A second strand of my research consists of interpreting the content of religious or religious-philosophical texts in East-Asian and especially early Chinese thought. In particular, I am interested in proposing interpretations that allow us to connect these texts with debates in analytic philosophy and also with empirical research in the cognitive sciences. This is what I did in the following papers:

“A Daoist Theory of Creativity” (under review). This paper extracts from the Zhuangzi 莊子 a model of the creative process. The theory proposes that creativity consists of processes by which we spontaneously access a perspective on a circumstance, where perspectives are in turn understood as ways of representationally construing a circumstance. In doing so, the paper interprets the Zhuangzi through some notions used in the philosophy of mind. Moreover, it uses empirical evidence to argue that one of the cultivation practices contained in the text—the fasting of the mind (xinzhai 心齋)—can be taken to have the effect of enhancing our creative capacities.

“The Logic of Ideal Agency in the Zhuangzi (under review). This paper advances research on agency in the Zhuangzi by providing a reconstruction of the argumentative logic that underlies the text’s view of ideal agency.
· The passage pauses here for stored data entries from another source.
package com.example.foldline.ingest;

import static org.assertj.core.api.Assertions.assertThat;

import java.io.OutputStream;
import java.net.Socket;
import java.net.URI;
import java.net.http.HttpClient;
import java.net.http.HttpRequest;
import java.net.http.HttpResponse;
import java.nio.charset.StandardCharsets;
import java.nio.file.Path;
import java.time.Instant;

import org.junit.jupiter.api.Test;
import org.junit.jupiter.api.io.TempDir;
import org.springframework.boot.builder.SpringApplicationBuilder;
import org.springframework.boot.web.server.context.WebServerApplicationContext;
import org.springframework.context.ConfigurableApplicationContext;
import org.springframework.jdbc.core.simple.JdbcClient;

import com.example.foldline.FoldlineApplication;
import com.example.foldline.sites.Sites;
import com.example.foldline.support.TestData;

/**
 * Issue #2: acknowledged events survive a restart on the same H2 file, and a saturated write path answers 503 with
 * Retry-After. Runs the real application with an HTTP server on loopback.
 */
class IngestDurabilityTests {

    @TempDir
    Path data;

    private ConfigurableApplicationContext start(int maxConcurrent) {
        return new SpringApplicationBuilder(FoldlineApplication.class).run(
                "--server.port=0",
                "--spring.datasource.url=jdbc:h2:file:" + data.resolve("foldline")
                        + ";MODE=PostgreSQL;DATABASE_TO_LOWER=TRUE;CASE_INSENSITIVE_IDENTIFIERS=TRUE;"
                        + "DEFAULT_NULL_ORDERING=HIGH;NON_KEYWORDS=VALUE,KEY;WRITE_DELAY=0",
                "--foldline.admin.initial-password=admin-secret",
                "--foldline.ingest.max-concurrent-requests=" + maxConcurrent,
                "--foldline.demo.enabled=false",
                "--spring.main.banner-mode=off");
    }

    @Test
    void acknowledgedEventsSurviveARestartAndSaturationAnswers503() throws Exception {
        HttpClient http = HttpClient.newBuilder().version(HttpClient.Version.HTTP_1_1).build();
        long siteId;
        String key;
        try (ConfigurableApplicationContext app = start(1)) {
            int port = ((WebServerApplicationContext) app).getWebServer().getPort();
            TestData.SiteWithKey site = TestData.site(app.getBean(Sites.class), "Europe/Berlin");
            siteId = site.site().id();
            key = site.key();
            URI uri = URI.create("http://127.0.0.1:" + port + "/api/v1/sites/" + siteId + "/events");

            // a slow client holds the only write slot while its body trickles in (raw socket: full control)
            String first = TestData.pageview("slow-1", Instant.now().minusSeconds(5), "v", "/s", 1) + "\n";
            String second = TestData.pageview("slow-2", Instant.now().minusSeconds(4), "v", "/s", 2) + "\n";
            byte[] body = (first + second).getBytes(StandardCharsets.UTF_8);
            try (Socket slow = new Socket("127.0.0.1", port)) {
                OutputStream out = slow.getOutputStream();
                out.write(("POST /api/v1/sites/" + siteId + "/events HTTP/1.1\r\nHost: 127.0.0.1\r\n"
                        + "Authorization: Bearer " + key + "\r\nContent-Type: application/x-ndjson\r\n"
                        + "Content-Length: " + body.length + "\r\nConnection: close\r\n\r\n")
                        .getBytes(StandardCharsets.US_ASCII));
                out.write(first.getBytes(StandardCharsets.UTF_8));
                out.flush();
                Thread.sleep(700);

                HttpResponse<String> rejected = http.send(HttpRequest.newBuilder(uri)
                                .header("Authorization", "Bearer " + key).header("Content-Type", "application/x-ndjson")
                                .POST(HttpRequest.BodyPublishers.ofString(
                                        TestData.pageview("fast-1", Instant.now(), "v", "/f", 1))).build(),
                        HttpResponse.BodyHandlers.ofString());
                assertThat(rejected.statusCode()).isEqualTo(503);
                assertThat(rejected.headers().firstValue("Retry-After")).hasValue("2");

                out.write(second.getBytes(StandardCharsets.UTF_8));
                out.flush();
                String response = new String(slow.getInputStream().readAllBytes(), StandardCharsets.UTF_8);
                assertThat(response).startsWith("HTTP/1.1 200").contains("\"accepted\":2");
            }
        }
        try (ConfigurableApplicationContext again = start(4)) {
            long stored = again.getBean(JdbcClient.class).sql("SELECT count(*) FROM pageview WHERE site_id = :s")
                    .param("s", siteId).query(Long.class).single();
            assertThat(stored).isEqualTo(2);
            assertThat(again.getBean(Sites.class).acceptsIngestKey(siteId, key)).isTrue();
        }
    }
}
To do so, I extract from the text three valid arguments that respectively answer the questions of (1) what are the conditions the satisfaction of which makes one an ideal agent; (2) what are the capacities that make one incapable of being an ideal agent; (3) what are capacities that make one capable of being an ideal agent.

“Pluralism about Aesthetic Value and Agency in the Zhuangzi(under review, co-authored with Dominic McIver Lopes). While the paper above identifies in the Zhuangzi an ideal of agency across the board, this paper interprets the text as containing an ideal of aesthetic agency in particular. According to the proposed reading, the Zhuangzi (1) embraces a variety of pluralism about aesthetic value, and (2) portrays ideal aesthetic agents as those with the competence to access the plurality of aesthetic values.

I am now in the process of beginning to work on several papers that directly develop the ideas contained in the six papers listed above. Once I have completed those papers, I am looking forward to embarking on a variety of new projects. Those will be both projects aimed at addressing questions of general interest in the study of religion and interpretative projects that deal with early Chinese texts as well as Japanese ones.